O prolongado debate na terça (6) no plenário adiou para esta quarta (7) a votação dos oito destaques que propõem a retirada de trechos da proposta. O presidente da Câmara, deputado Rodrigo Maia (DEM-RJ), disse que a votação em segundo turno termina nesta quarta.

“Com o resultado de ontem mostrou quase a mesma votação do primeiro turno, nós tínhamos alguns deputados fora de Brasília que estão chegando hoje, então acredito que nós estamos com uma base hoje aí de 375, 376 deputados para poder manter o texto principal da PEC”, afirmou.

A votação dos destaques começou no início da tarde. Dois apresentados pela oposição para alterar as regras para pensões por morte e o valor mínimo mensal de contribuição para o INSS já foram rejeitados.

Depois de concluída a votação na Câmara, a proposta seguirá para o Senado, onde terá uma tramitação mais curta.

A reforma será discutida por 30 dias na Comissão de Constituição e Justiça, período em que o relator, senador Tasso Jereissati, do PSDB, terá para apresentar o relatório. Se o relatório for aprovado na CCJ, será enviado para o plenário no Senado, onde terá de ser aprovado em dois turnos, com o apoio de, ao menos, 49 dos 81 senadores.

Os senadores devem apresentar uma PEC paralela, estendendo a reforma aos servidores públicos de estados e municípios, atendendo a pedidos de governadores e prefeitos.

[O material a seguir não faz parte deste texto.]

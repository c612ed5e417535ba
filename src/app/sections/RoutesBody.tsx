import { memo, useCallback } from "react";
import { labelOf } from "../../core/catalogue.ts";
import { unitOf } from "../../core/unitText.ts";
import { plainText } from "../../export/sentences/piece.ts";
import { routeSentences } from "../../export/sentences/routeSentences.ts";
import { routeWords } from "../../export/sentences/routeWords.ts";
import { arguedOf } from "../../figures/arguedOf.ts";
import type { FigureOptions } from "../../figures/figureSpec.ts";
import { routesFigure } from "../../figures/routesFigure.ts";
import { straightLineFigure } from "../../figures/straightLineFigure.ts";
import type { WorkspaceChange } from "../../sheet/workspace.ts";
import { figureName } from "../page/figureNumbers.ts";
import type { CaseView } from "../session/caseView.ts";
import { CaseMark } from "./CaseMark.tsx";
import { cellKeys } from "./cellKeys.ts";
import { FigureBlock } from "./FigureBlock.tsx";
import { NumberField } from "./NumberField.tsx";
import { PairCells } from "./PairCells.tsx";
import { PairHeads } from "./PairHeads.tsx";
import { RichText } from "./RichText.tsx";
import { SaidSentences } from "./SaidSentences.tsx";
import { SentenceText } from "./SentenceText.tsx";
import { SymbolText } from "./SymbolText.tsx";
import { TableScroll } from "./TableScroll.tsx";

/** Every way to n and x0 over the same window: drawn, tabled, and where they part said. */
export const RoutesBody = memo(function RoutesBody({
  cases,
  onChange,
}: {
  cases: readonly CaseView[];
  onChange: (change: WorkspaceChange) => void;
}) {
  const build = useCallback((options: FigureOptions) => routesFigure(cases, options), [cases]);
  const buildLine = useCallback((options: FigureOptions) => straightLineFigure(cases, options), [cases]);
  return (
    <>
      {cases.map((view) => (
        <SaidSentences sentences={routeSentences(view)} key={view.id} />
      ))}
      <FigureBlock
        name={figureName("window", true)}
        title="Exponent and origin by every route"
        widthMm={178}
        build={build}
        caption={caption}
      />
      <RoutesTable cases={cases} />
      <FigureBlock
        name={figureName("window", true)}
        title="Straight line of the energy, n held"
        widthMm={86}
        build={buildLine}
        caption={lineCaption}
      />
      <div className="fields argued-fields">
        {cases.map(({ id, name, of }) => (
          <NumberField
            key={id}
            label={
              <>
                {name}: another <OriginSymbol along={of.sheet.along} /> to try
              </>
            }
            unit={unitOf(of.sheet.along === "t" ? "T" : "L", of.sheet.units)}
            placeholder="none"
            value={of.sheet.fit.otherX0}
            onChange={(otherX0) =>
              onChange({ kind: "edit-sheet", caseId: id, edit: { fit: { ...of.sheet.fit, otherX0 } } })
            }
          />
        ))}
      </div>
    </>
  );
});

function OriginSymbol({ along }: { along: "x" | "t" }) {
  return <SymbolText runs={labelOf(along === "t" ? "t0" : "x0").symbol} />;
}

const caption = (
  <>
    (<i>a</i>) Exponent and (<i>b</i>) origin by every route over the same window. Bars: 95 %; one that runs
    into the frame goes on beyond it, or has no end there. Open: held, not fitted. A row without a mark:
    refused, or not to be had; the table says why.
  </>
);

const lineCaption = (
  <>
    Straight line, <i>n</i> held as fitted: energy over <i>A</i> to the power −1/<i>n</i>. Line: the law, thin
    where it is extended. At zero: the origin of the straight line and its 95 % interval. Filled: inside the
    fit window. Bars: 95 %.
  </>
);

function RoutesTable({ cases }: { cases: readonly CaseView[] }) {
  return (
    <TableScroll label="Exponent and origin by every route">
      <table className="data dense" {...cellKeys}>
        <PairHeads view={cases[0]} first="Route" last="rests on" />
        {cases.map((view) => (
          <tbody key={view.id}>
            <tr>
              <th scope="rowgroup" colSpan={6}>
                <CaseMark mark={view.mark} /> {view.name}
              </th>
            </tr>
            <AdoptedRow view={view} />
            {(arguedOf(view)?.argument.routes ?? []).map(({ key, n, x0, note }) => (
              <tr key={key}>
                <th scope="row" className="text">
                  <SentenceText sentence={routeWords(key, view.along)} />
                </th>
                <PairCells
                  view={view}
                  n={n}
                  x0={x0}
                  rows={[
                    ["route", plainText(routeWords(key, view.along))],
                    ["rests on", note],
                  ]}
                />
                <td className="text wrap note-cell">
                  <RichText text={note} />
                </td>
              </tr>
            ))}
          </tbody>
        ))}
      </table>
    </TableScroll>
  );
}

function AdoptedRow({ view }: { view: CaseView }) {
  const decay = arguedOf(view)?.decay;
  if (decay === undefined) return null;
  const note =
    decay.windowChosen === "auto"
      ? "union of the intervals of later starts"
      : "joint fit in the window given";
  return (
    <tr>
      <th scope="row" className="text">
        adopted
      </th>
      <PairCells view={view} n={decay.n} x0={decay.x0} rows={[["interval", note]]} />
      <td className="text wrap note-cell">{note}</td>
    </tr>
  );
}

Até o início da noite desta quarta, tinham sido rejeitados cinco dos oito destaques. A votação seguiu em um ritmo mais acelerado: uma hora, mais ou menos para cada destaque. Portanto, a expectativa era concluir a votação dos últimos três destaques até 23h, 00h, no máximo, rejeitando todas as mudanças e aprovando já o texto que veio do primeiro turno.

Nesta quinta (8), o texto da reforma deve seguir para o Senado, ser lido em plenário, e ficaria tudo pronto para iniciar o debate na Comissão de Constituição e Justiça. Nesta quarta, o ministro-chefe da Casa Civil, Onyx Lorenzoni, disse, depois de conversar com o presidente do Senado, Davi Alcolumbre, que a previsão é concluir toda a votação no Senado até o fim de setembro.